What does your personal data journalism “stack” look like? What tools could you not live without?
1. A good, simple text editor, with good syntax highlighting
2. A spreadsheet app, with version control and collaborative editing
5. The cognitive ability to think in terms of abstraction
Where should people who want to learn start?
A hundred people have said it before me, and better: pick a project you genuinely want to do, and then hack, Google, and plead for help in forums, and read books, until you get it working.
Where do you turn to keep your skills updated or learn new things?
1. The NICAR conference
3. Increasingly, printed books
4. Dissecting the work of colleagues at other shops
What are the biggest challenges that newsrooms face in meeting the demand for people with these skills and experience? Are schools training people properly?
There are a ton of challenges, so I’ll pick one: we don’t have a pair programming model on the editorial side of the newsroom, and we need one.
Journalism schools still teach journalism as a very hierarchical, often solitary pursuit. That’s not the way it works in data journalism, and the best learning is still gonna be on the job. That requires cross-pollination between folks with different skill sets. We need a pairing model across newsrooms, not just in the nerd corner.
I’ve had several people tell me they’re surprised to learn how small my team is, given the daily volume of content we put out. That’s because we’re not the only ones who can work with data and visuals in our newsroom. W’ve spent serious time pairing with something like 1 in 3 staffers here, working and training side by side whenever physically possible. (We have offices on different coasts). We’ve gotten several editors and reporters on Github, and while we don’t have them checking in code through the command line (yet), they’re well-versed in the how and why of version control.
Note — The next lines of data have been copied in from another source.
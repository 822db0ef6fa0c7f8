import { nominalBatteryVolts } from '../solver/constants'

/** Battery volts over 12.6, lowest and highest. */
export interface ScaleRange {
  low: number
  high: number
}

const volts = (low: number, high: number): ScaleRange => ({
  low: low / nominalBatteryVolts,
  high: high / nominalBatteryVolts,
})

/** Until it is measured the battery stands anywhere in here. */
export const restingRange = volts(11.8, 12.8)
export const chargingRange = volts(13.5, 14.8)
export const weakRange = volts(7, 11.8)
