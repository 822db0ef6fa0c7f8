import type { Circuit } from '../document/circuit-schema'
import type { Reading } from '../document/reading-schema'
import { nodeName } from '../document/points'
import { siteName } from '../document/sites'
import type { Answer, ModeAnswer, SiteAnswer } from './answer'
import { readingPlace, valueWords } from './reading-sentence'

/** The verdict in plain sentences: place first, then what, then why. */
export function verdictSentence(
  circuit: Circuit,
  readings: readonly Reading[],
  answer: Omit<Answer, 'says'>,
): string {
  switch (answer.outcome) {
    case 'located':
      return locatedSentence(circuit, readings, answer)
    case 'no-fault':
      return 'Nothing wrong in the conditions tried.'
    case 'cannot-be': {
      const number = readings.findIndex((reading) => reading.id === answer.reading) + 1
      const reading = readings[number - 1]
      return reading
        ? `R${number} fits no fault in this circuit: ${readingPlace(circuit, reading)}, ${valueWords(reading.kind, reading.value)}. Check the leads and the condition and take it again.`
        : 'These readings fit no single fault in this circuit.'
    }
    case 'two-faults':
      return 'Two faults stand together here; no single one gives these readings.'
    case 'narrowed': {
      const left = answer.sites.filter((site) => site.verdict !== 'proved-good')
      const likeliest = left.slice(0, 3).map((site) => siteName(circuit, site.site))
      return `${left.length} ${left.length === 1 ? 'place' : 'places'} left of ${answer.sites.length}. Most likely: ${likeliest.join('; ')}.`
    }
  }
}

function locatedSentence(
  circuit: Circuit,
  readings: readonly Reading[],
  answer: Omit<Answer, 'says'>,
): string {
  const faulty = answer.sites.filter((site) => site.verdict === 'faulty')
  const first = faulty[0]!
  const mode = first.modes[0]!
  const sentences = [
    `${modeWords(circuit, mode, first.site)} ${siteName(circuit, first.site)}${severityWords(mode)}.`,
  ]
  if (mode.blows.length > 0)
    sentences.push(
      `It has blown ${mode.blows.map((id) => fuseName(circuit, id)).join(' and ')}: the short is the cause, the fuse the consequence.`,
    )
  const contrast = contrastWords(circuit, readings)
  if (contrast) sentences.push(contrast)
  if (faulty.length > 1)
    sentences.push(
      `${listWords(faulty.map((site) => siteName(circuit, site.site)))} cannot be told apart by any reading.`,
    )
  const module = moduleCondemned(faulty)
  if (module) sentences.push('Before the module is renewed, prove its feeds and grounds.')
  return sentences.join(' ')
}

function moduleCondemned(faulty: readonly SiteAnswer[]): boolean {
  return faulty.some((site) => site.site.startsWith('pin:') || site.site.startsWith('module:'))
}

function fuseName(circuit: Circuit, id: string): string {
  const node = circuit.nodes.find((n) => n.id === id)
  return node ? nodeName(node) : id
}

function modeWords(circuit: Circuit, mode: ModeAnswer, site: string): string {
  const at = site.startsWith('wire:') ? 'in' : 'at'
  switch (mode.mode) {
    case 'open':
    case 'stuck-open':
      return `Open ${at}`
    case 'resistive':
      return site.startsWith('contact:') || at === 'in' ? `Bad joint ${at}` : `High resistance ${at}`
    case 'short-to-ground':
      return `Short to ground ${at}`
    case 'short-to-supply':
      return `Short to supply ${at}`
    case 'short-to-wire':
      return `Short to ${mode.other ? siteName(circuit, `wire:${mode.other}`) : 'another wire'} ${at}`
    case 'shorted':
      return 'Shorted inside:'
    case 'blown':
      return 'Blown:'
    case 'weak':
      return 'Weak:'
    case 'stuck-closed':
      return 'Stuck closed:'
    case 'dead':
      return 'Dead:'
    case 'stuck-on':
      return 'Stuck on:'
  }
}

function severityWords(mode: ModeAnswer): string {
  return mode.ohms === null || mode.mode !== 'resistive' ? '' : `, about ${valueWords('ohms', mode.ohms)}`
}

/** The two volt readings of one condition that differ most: what goes in and what comes out. */
function contrastWords(circuit: Circuit, readings: readonly Reading[]): string {
  const volts = readings.flatMap((reading) =>
    reading.kind === 'volts' && reading.black === 'chassis' && typeof reading.value === 'number'
      ? [{ reading, value: reading.value }]
      : [],
  )
  let best: { high: (typeof volts)[number]; low: (typeof volts)[number] } | null = null
  for (const high of volts)
    for (const low of volts) {
      if (JSON.stringify(high.reading.condition) !== JSON.stringify(low.reading.condition)) continue
      if (high.value - low.value > Math.max(0.3, best ? best.high.value - best.low.value : 0))
        best = { high, low }
    }
  if (!best) return ''
  const words = ({ reading, value }: (typeof volts)[number]) =>
    `${valueWords('volts', value)} at ${readingPlace(circuit, reading)}`
  return `${words(best.high)}, ${words(best.low)}.`
}

function listWords(names: readonly string[]): string {
  return names.length < 2 ? names.join('') : `${names.slice(0, -1).join(', ')} and ${names.at(-1)}`
}
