/** ln of the sum of what the logarithms stand for; −Infinity for none. */
export function logSum(logs: readonly number[]): number {
  const most = Math.max(...logs, -Infinity)
  if (most === -Infinity) return most
  return most + Math.log(logs.reduce((sum, log) => sum + Math.exp(log - most), 0))
}
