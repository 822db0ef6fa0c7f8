import type { Circuit } from '../document/circuit-schema'
import type { Node } from '../document/node-schema'
import type { Mode } from '../document/sites'

/** Ways in which each class of places fails. */
export const modesOfClass = {
  wire: ['open', 'resistive', 'short-to-ground', 'short-to-supply', 'short-to-wire'],
  contact: ['open', 'resistive'],
  splice: ['open', 'resistive'],
  ground: ['open', 'resistive'],
  fuse: ['blown', 'resistive'],
  load: ['open', 'resistive', 'shorted'],
  resistor: ['open', 'resistive', 'shorted'],
  diode: ['open', 'resistive', 'shorted'],
  'switch-contact': ['stuck-open', 'stuck-closed', 'resistive'],
  'relay-coil': ['open', 'shorted'],
  'relay-contact': ['stuck-open', 'stuck-closed', 'resistive'],
  pin: ['open', 'resistive', 'dead', 'stuck-on'],
  module: ['dead'],
  battery: ['open', 'resistive', 'shorted', 'weak'],
  feed: ['open', 'resistive'],
} as const satisfies Record<string, readonly Mode[]>

/** What kind of thing a place is, for how often such things fail. */
export type PartClass = keyof typeof modesOfClass
export const partClasses = Object.keys(modesOfClass) as [PartClass, ...PartClass[]]

/** Class of a place from its id; `kindOf` tells the kind of a node. Null for a place on what is not there. */
export function classOfSite(
  site: string,
  kindOf: (node: string) => Node['kind'] | undefined,
): PartClass | null {
  const colon = site.indexOf(':')
  const what = site.slice(0, colon)
  if (what === 'wire' || what === 'contact' || what === 'pin' || what === 'module') return what
  const [node, tail] = site.slice(colon + 1).split('.')
  const kind = kindOf(node!)
  switch (kind) {
    case 'switch':
      return 'switch-contact'
    case 'relay':
      return tail === 'coil' ? 'relay-coil' : 'relay-contact'
    case undefined:
    case 'cavity':
    case 'module':
    case 'dlc':
      return null
    default:
      return kind
  }
}

const kindsByCircuit = new WeakMap<Circuit, Map<string, Node['kind']>>()

/** Class of a place of a circuit; its places have one. Asked for every fault of it, again and again. */
export function partClassOf(circuit: Circuit, site: string): PartClass {
  let kinds = kindsByCircuit.get(circuit)
  if (!kinds)
    kindsByCircuit.set(circuit, (kinds = new Map(circuit.nodes.map((node) => [node.id, node.kind]))))
  const found = classOfSite(site, (node) => kinds.get(node))
  if (found === null) throw new Error(`place "${site}" does not exist`)
  return found
}
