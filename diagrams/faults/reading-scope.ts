import type { Network } from '../solver/network'

/** What judging a reading needs to know of its circuit. */
export interface ReadingScope {
  network: Network
}

/** Volts over its own element from which a load works. */
export function loadThreshold(scope: ReadingScope, node: string): number {
  return scope.network.loads.find((load) => load.node === node)!.worksFromVolts
}
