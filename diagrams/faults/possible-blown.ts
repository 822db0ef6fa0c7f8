import type { Alteration } from '../solver/alteration'
import { casesAfter } from '../solver/blown-fuses'
import type { Base } from '../solver/base'
import { fuseAmps, untouched, type Case, type Located, type Settled } from '../solver/case'
import { blowsAtRatingTimes } from '../solver/constants'
import type { Network } from '../solver/network'
import type { Study } from '../solver/study'
import { restingRange } from './battery-range'
import { predictAmps, type Prediction } from './prediction'
import { eager, isCertain, reluctant } from './reluctance'

/** The battery alone moves a current by less than this; far from the limit nothing else matters. */
const battery = { low: 0.93, high: 1.02 }
const farBelow = 0.3
const farAbove = 4
/** Beyond this many outcomes a short says little anyway. */
const mostSets = 16

/**
 * Every set of fuses that a short may have blown on a real vehicle, whose parts and battery are a
 * little off the drawing: where two fuses carry nearly as much for their rating, either may have
 * given way first, and one near its limit may have held.
 */
export function possibleBlown(
  network: Network,
  studies: readonly Study[],
  alteration: Alteration,
  severity: number,
  cache: Map<string, Case[]>,
): string[][] {
  const found = new Map<string, string[]>()
  const seen = new Set<string>()
  const explore = (blown: string[]) => {
    const key = blown.toSorted().join(',')
    if (seen.has(key) || found.size >= mostSets) return
    seen.add(key)
    const loads = overloads(network, casesAfter(studies, alteration, blown, cache), severity)
    const left = network.fuses.flatMap((fuse, i) =>
      blown.includes(fuse.node) ? [] : [{ node: fuse.node, ...loads[i]! }],
    )
    if (left.every((fuse) => fuse.least <= blowsAtRatingTimes)) found.set(key, blown)
    const surest = Math.max(0, ...left.map((fuse) => fuse.least))
    for (const fuse of left)
      if (fuse.most > blowsAtRatingTimes && fuse.most >= surest) explore([...blown, fuse.node])
  }
  explore([])
  return [...found.values()]
}

interface Load {
  least: number
  most: number
}

/** Least and most that each fuse may carry, in times its rating, over all driving conditions. */
function overloads(network: Network, cases: readonly Case[], severity: number): Load[] {
  const none = () => network.fuses.map((): Load => ({ least: 0, most: 0 }))
  // As drawn, a little eager, a little reluctant.
  const byDoubt = [none(), none(), none()] as const
  const note = (loads: Load[], given: Case, states: readonly Settled[]) => {
    for (const state of states)
      for (let i = 0; i < network.fuses.length; i++) {
        const load = loadOf(given, state, i)
        const { least, most } = loads[i]!
        loads[i] = { least: Math.max(least, load.least), most: Math.max(most, load.most) }
      }
  }
  for (const given of cases) {
    const settled = given.settle(severity)
    const states = settled ? [settled] : given.passed
    note(byDoubt[0], given, states)
    if (settled && given.passed.every((state) => isCertain(given, state))) {
      note(byDoubt[1], given, states)
      note(byDoubt[2], given, states)
      continue
    }
    for (const [loads, scale, reluctance] of [
      [byDoubt[1], restingRange.high, eager],
      [byDoubt[2], restingRange.low, reluctant],
    ] as const) {
      const other = given.settle(severity, scale, reluctance)
      note(loads, given, other ? [other] : given.passed)
    }
  }
  return network.fuses.map((_, i) => ({
    least: Math.min(...byDoubt.map((loads) => loads[i]!.least)),
    most: Math.max(...byDoubt.map((loads) => loads[i]!.most)),
  }))
}

/** A change of this many times its rating leaves what tolerances can do to a fuse nearly as it was. */
const hardlyMoved = 0.02

/** Where current divides between ways of nearly no resistance, 5 % of a part can be most of a fuse's current. */
function loadOf(given: Case, state: Settled, index: number): Load {
  const { amps } = given.study.network.fuses[index]!
  const carried = fuseAmps(given, state, index)
  const times = Math.abs(carried) / amps
  if (times < farBelow * blowsAtRatingTimes || times > farAbove * blowsAtRatingTimes)
    return { least: times, most: times }
  const plain = reachInBase(given, state, index)
  const moved = Math.abs(carried - (state.scale * plain.battery + plain.fixed)) / amps
  const reach =
    moved < hardlyMoved
      ? (state.scale * plain.reachBattery + plain.reachFixed) / amps + moved
      : times * reachPart(given, state, index)
  return { least: battery.low * (times - reach), most: battery.high * (times + reach) }
}

const parts = new WeakMap<Located, Map<number, { severity: number; part: number }>>()

/**
 * What tolerances can do to a fuse's current, as part of it. Of a short in one state of the parts it is worked out at
 * the harshest severity asked for: the milder the short, the less the other parts have to say in its current.
 */
function reachPart(given: Case, state: Settled, index: number): number {
  let byFuse = parts.get(state.located)
  if (!byFuse) parts.set(state.located, (byFuse = new Map()))
  let found = byFuse.get(index)
  if (!found || found.severity > state.severity) {
    const { branch } = given.study.network.fuses[index]!
    const own = predictAmps(given, state, branch)
    const amps = Math.abs(state.scale * own.battery + own.fixed)
    const reach = state.scale * own.reachBattery + own.reachFixed
    byFuse.set(index, (found = { severity: state.severity, part: reach / Math.max(amps, 1e-9) }))
  }
  return found.part
}

const reaches = new WeakMap<Base, Map<number, Prediction>>()

/** What a fuse carries in a network without the fault itself, and what tolerances do to that; most faults leave it so. */
function reachInBase(given: Case, { located: { base }, states }: Settled, index: number): Prediction {
  let byFuse = reaches.get(base)
  if (!byFuse) reaches.set(base, (byFuse = new Map()))
  let found = byFuse.get(index)
  if (!found) {
    const { branch } = given.study.network.fuses[index]!
    byFuse.set(index, (found = predictAmps(given, untouched(base, states), branch)))
  }
  return found
}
What’s the one thing people always get wrong when they talk about data journalism?
That it’s all quantitative. That’s like guiding principle #3 on my team: everything is data. Words are data. Gifs are data. If it can be sorted, tracked, counted, merged, filtered: it’s probably data. I’d say half the project my team does is more qualitative than quantitative. That is, most people wouldn’t consider it data visualization so much as photo essays, games, quizzes, etc. There’s a lot of power in developing a data skill set — both technical and cognitive — that lets you make cool things with words and pictures, too.
You’re written about Silicon Valley’s “brogrammer problem.” How do data journalists and their communities of practice handle issues of race, sexism or gender?
NICAR is a pretty healthy place to be a non-white, non-male person working in journalism. I can’t speak to issues of class, ability, gender identity, and other types of difference, other than to say we’re almost definitely less good at them, and that needs to change.
I don’t have experience with the way folks in this community handle issues of inclusion issues when they come up, but I have seen evidence of folks working to preemptively to create environments that are more less exclusionary than the norm in web development, quantitative analysis, the visual arts, or journalism. Maybe it’s because there haven’t been that many of us webby data journos till recently. Data journalists are pragmatic by nature, and maybe it just didn’t make sense to alienate potential swaths of new recruits.
That’s not to say everything is rainbows and sunshine, but I’m gonna take a rare moment of optimism here and say that I’m proud to represent this community, because in my experience, it’s genuinely committed to inclusion.